Where is lupus therapy going?

Systemic lupus erythematosus (SLE) is a complex autoimmune disease with heterogeneity in clinical manifestations and disease course, characterized by numerous antibodies and organ damage.  The disease has been the focus of many basic and clinical investigators and has stimulated great interest in the pharmaceutical community to develop new treatment targets.

An Arthritis Research & Therapy supplement on ‘New therapeutic targets in systemic lupus’, edited by Jennifer Anolik (University of Rochester Medical Center), examines the current status of lupus care and addresses emerging knowledge of the immunopathogenesis of this disease.

In their review article, Boneparth and Davidson provide a detailed overview of the knowledge concerning B-cell activating factor’s (BAFF) role in murine and human B-cell development and maturation, as well as the clinical and mechanistic effects of BAFF inhibition in human SLE.  Giltiay and colleagues further explore the role of B-cells and suggest that established B-cell depletion strategies will facilitate development of means to reduce disease-associated dendritic cell populations as well.

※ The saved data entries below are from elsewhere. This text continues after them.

class Bed:
    """The hidden truth of one patient."""

    def __init__(self, dice):
        self.dice = dice
        self.patient, self.written = self.draw_patient()
        self.weight = predicted_weight({k: v for k, v in self.patient.items()}) or 62.0
        ri = dice.uniform(5, 22)
        self.lung = Lung(dice.uniform(18, 70), ri, ri * dice.uniform(0.9, 2.2), "given")
        native = self.patient.get("airway") == "native"
        self.series = (2.2 if native else 1.1) * self.weight * dice.uniform(0.8, 1.3)
        self.f = dice.uniform(0.05, 0.5)
        self.output = self.weight * dice.uniform(2.4, 4.4)
        self.leak = dice.choice([1.0, 1.0, round(dice.uniform(0.88, 1.03), 3)])
        self.settings = self.first_settings()

    def draw_patient(self):
        dice = self.dice
        sex = dice.choice(["female", "male"])
        height = dice.randint(150, 195)
        kept, written = {}, {}
        draw = dice.random()
        if draw < 0.10:
            if dice.random() < 0.5:
                written["sex"] = kept["sex"] = sex
        elif draw < 0.18:
            kept["predicted_weight"] = written["predicted_weight"] = dice.randint(40, 85)
        else:
            kept |= {"sex": sex, "height": float(height)}
            written |= {"sex": sex, "height": dice.choice([height, f"{height} cm", f"{height / 100} m"])}
        if dice.random() < 0.4:
            written["weight"] = kept["weight"] = dice.randint(50, 120)
        if dice.random() < 0.5:
            written["age"] = kept["age"] = dice.randint(20, 88)
        airway = dice.choice(["native", "tube", "tube", "tracheostomy", None])
        if airway:
            written["airway"] = kept["airway"] = airway
        draw = dice.random()
        if draw < 0.12:
            written["altitude"] = dice.choice([1600, "1600 m", 600])
        elif draw < 0.25:
            written["barometric_pressure"] = dice.choice([755, "740 mmHg", 690])
        return kept, written

    def timing(self, control):
        dice = self.dice
        draw = dice.random()
        if draw < 0.15:
            return {}
        if draw < 0.5 or control == "pressure" and draw < 0.7:
            return {"inspiratory_time": round(dice.uniform(0.65, 1.15), 2)}
        if draw < 0.75 or control == "pressure":
            return {"ratio": dice.choice(["1:1.5", "1:2", "1:2.5", "1:3", "1:4"])}
        return {"flow": dice.randint(32, 75)}

    def first_settings(self):
        dice = self.dice
        control = dice.choice(["volume", "volume", "pressure"])
        s = {"control": control, "rate": dice.randint(10, 28)}
        s |= self.aim_of(control)
        s |= {"peep": dice.randint(4, 14), "fio2": dice.choice([0.3, 0.4, 0.5, 0.6, 0.8])}
        s |= self.timing(control)
        if control == "volume":
            if dice.random() < 0.4:
                s["pause"] = dice.choice([0.1, 0.2, 0.25])
            if dice.random() < 0.12:
                s["flow_pattern"] = "decelerating"
        if dice.random() < 0.6:
            s["apparatus_dead_space"] = dice.choice([10, 35, 45, 60, 90])
        return s

    def aim_of(self, control):
        dice = self.dice
        if control == "volume":
            return {"tidal_volume": 10 * round(self.weight * dice.uniform(5.5, 9) / 10)}
        return {"inspiratory_pressure": dice.randint(10, 24)}

    def change(self):
        """Keys dialled anew; the settings in force follow."""
        dice, s = self.dice, self.settings
        new = {}
        if dice.random() < 0.10:
            control = "pressure" if s["control"] == "volume" else "volume"
            new = {"control": control} | self.aim_of(control) | {"inspiratory_time": round(dice.uniform(0.7, 1.1), 2)}
        else:
            if dice.random() < 0.6:
                new["rate"] = max(8, min(32, s["rate"] + dice.choice([-6, -4, -2, 2, 4, 6])))
            if dice.random() < 0.4:
                new |= self.aim_of(s["control"])
            if dice.random() < 0.2:
                new["peep"] = dice.randint(4, 14)
            if dice.random() < 0.15:
                new["apparatus_dead_space"] = dice.choice([0, 20, 45])
            if dice.random() < 0.12:
                new |= self.timing(s["control"])
        self.settings = changed(s, new)
        return new

    def breath(self, own=None):
        s = dict(self.settings)
        if isinstance(s.get("ratio"), str):
            i, e = (float(x) for x in s["ratio"].split(":"))
            s["ratio"] = i / (i + e)
        return breathe(s, self.lung, Held(self.leak, self.leak), own)

    def plausible(self):
        try:
            b = self.breath()
        except Exception:
            return False
        dead = self.series + self.settings.get("apparatus_dead_space", 0)
        pause = self.settings.get("pause", 0.0)
        return b.te > 0.6 and b.ti - pause > 0.3 and dead + 60 < b.vt < 1100 and b.plateau < 55

    def measure(self):
        """What is charted with an entry, and the true breath behind it."""
        dice, s = self.dice, self.settings
        m, own = {}, None
        draw = dice.random()
        if draw < 0.18:
            own = s["rate"] + dice.choice([1, 2, 4, 6])
            try:
                if self.breath(own).te < 0.5:
                    own = None
            except Exception:
                own = None
            m["total_rate"] = own or s["rate"]
        elif draw < 0.35:
            m["total_rate"] = s["rate"]
        elif draw < 0.38:
            m["total_rate"] = s["rate"] - 1
        b = self.breath(own)
        volume = s["control"] == "volume"
        circuit = round(dice.uniform(0.8, 2.0), 1) if dice.random() < 0.1 else None
        plateau = dice.random() < 0.65
        if circuit and plateau:
            m["circuit_compliance"] = circuit
        if dice.random() < (0.5 if volume else 0.93):
            m["exhaled_tidal_volume"] = round(b.vt + (circuit * (b.plateau - s["peep"]) if circuit and plateau else 0.0))
        if plateau:
            m["plateau"] = round(b.plateau, 1)
            if dice.random() < 0.35:
                if dice.random() < 0.25 or b.auto_peep < 0.3:
                    m["total_peep"] = s["peep"]
                elif dice.random() < 0.5:
                    m["total_peep"] = round(s["peep"] + b.auto_peep, 1)
                else:
                    m["auto_peep"] = round(b.auto_peep, 1)
        if b.peak is not None and dice.random() < 0.6:
            m["peak"] = round(b.peak, 1)
        if dice.random() < 0.12:
            m["compliance"] = round(self.lung.compliance * dice.uniform(0.95, 1.05), 1)
        if dice.random() < 0.15:
            m["resistance"] = round(self.lung.ri, 1)
        if dice.random() < 0.12:
            m["expiratory_resistance"] = round(self.lung.re, 1)
        if not volume and "exhaled_tidal_volume" not in m and dice.random() < 0.8:
            m |= {"compliance": round(self.lung.compliance, 1), "resistance": round(self.lung.ri, 1)}
        return m, b

    def gas(self, b, m):
        """A gas under the true breath; the evidence of dead space goes into `m`."""
        dice = self.dice
        celsius = 37.0
        if dice.random() < 0.25:
            celsius = m["temperature"] = round(dice.uniform(34.5, 39.8), 1)
        series = self.series + self.settings.get("apparatus_dead_space", 0)
        fresh = b.rate * (b.vt - series) * (1 - self.f)
        p_t = k_mmhg(celsius) * self.output / fresh
        paco2 = p_t / at_temperature(1.0, celsius) * math.exp(dice.gauss(0, 0.06))
        if not 22 < paco2 < 115:
            return None
        p_t = at_temperature(paco2, celsius)
        share = (series + self.f * (b.vt - series)) / b.vt
        kind = dice.choice(["none", "none", "et", "et", "vd", "mixed", "out", "et+vd", "et+out", "out+vd", "et+mixed"])
        if "et" in kind:
            m["end_tidal_co2"] = round(p_t * (1 - self.f) * math.exp(dice.gauss(0, 0.04)), 1)
        if "vd" in kind:
            m["dead_space_fraction"] = round(share * dice.uniform(0.95, 1.05), 2)
        if "mixed" in kind:
            m["mixed_expired_co2"] = round(p_t * (1 - share), 1)
        if "out" in kind:
            m["co2_production"] = round(self.output * dice.uniform(0.95, 1.05))
        gas = {"paco2": round(paco2, 1)}
        bicarbonate = dice.uniform(19, 34)
        ph = round(6.1 + math.log10(bicarbonate / (0.0307 * paco2)), 2)
        if not 7.0 < ph < 7.6:
            return None
        draw = dice.random()
        if draw < 0.86:
            gas["ph"] = ph
        elif draw < 0.94:
            gas["bicarbonate"] = round(bicarbonate, 1)
        if dice.random() < 0.7:
            gas["pao2"] = dice.randint(55, 110)
        return gas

Despite significant therapeutic advances, the management of SLE remains a challenge. The field has not yet reached the stage where early diagnosis can be universally achieved, and no biomarker has been successfully validated for use in the routine clinical setting. As concluded in the review from Lateef and Petri, “Future research will focus on the goals of increasing survival, limiting organ damage and improving quality of life for patients with SLE.”

Articles in this supplement were commissioned by the journal, were independently prepared by the authors and have undergone the journal’s standard peer review process.  Publication of the supplement has been supported by an unrestricted educational grant from UCB.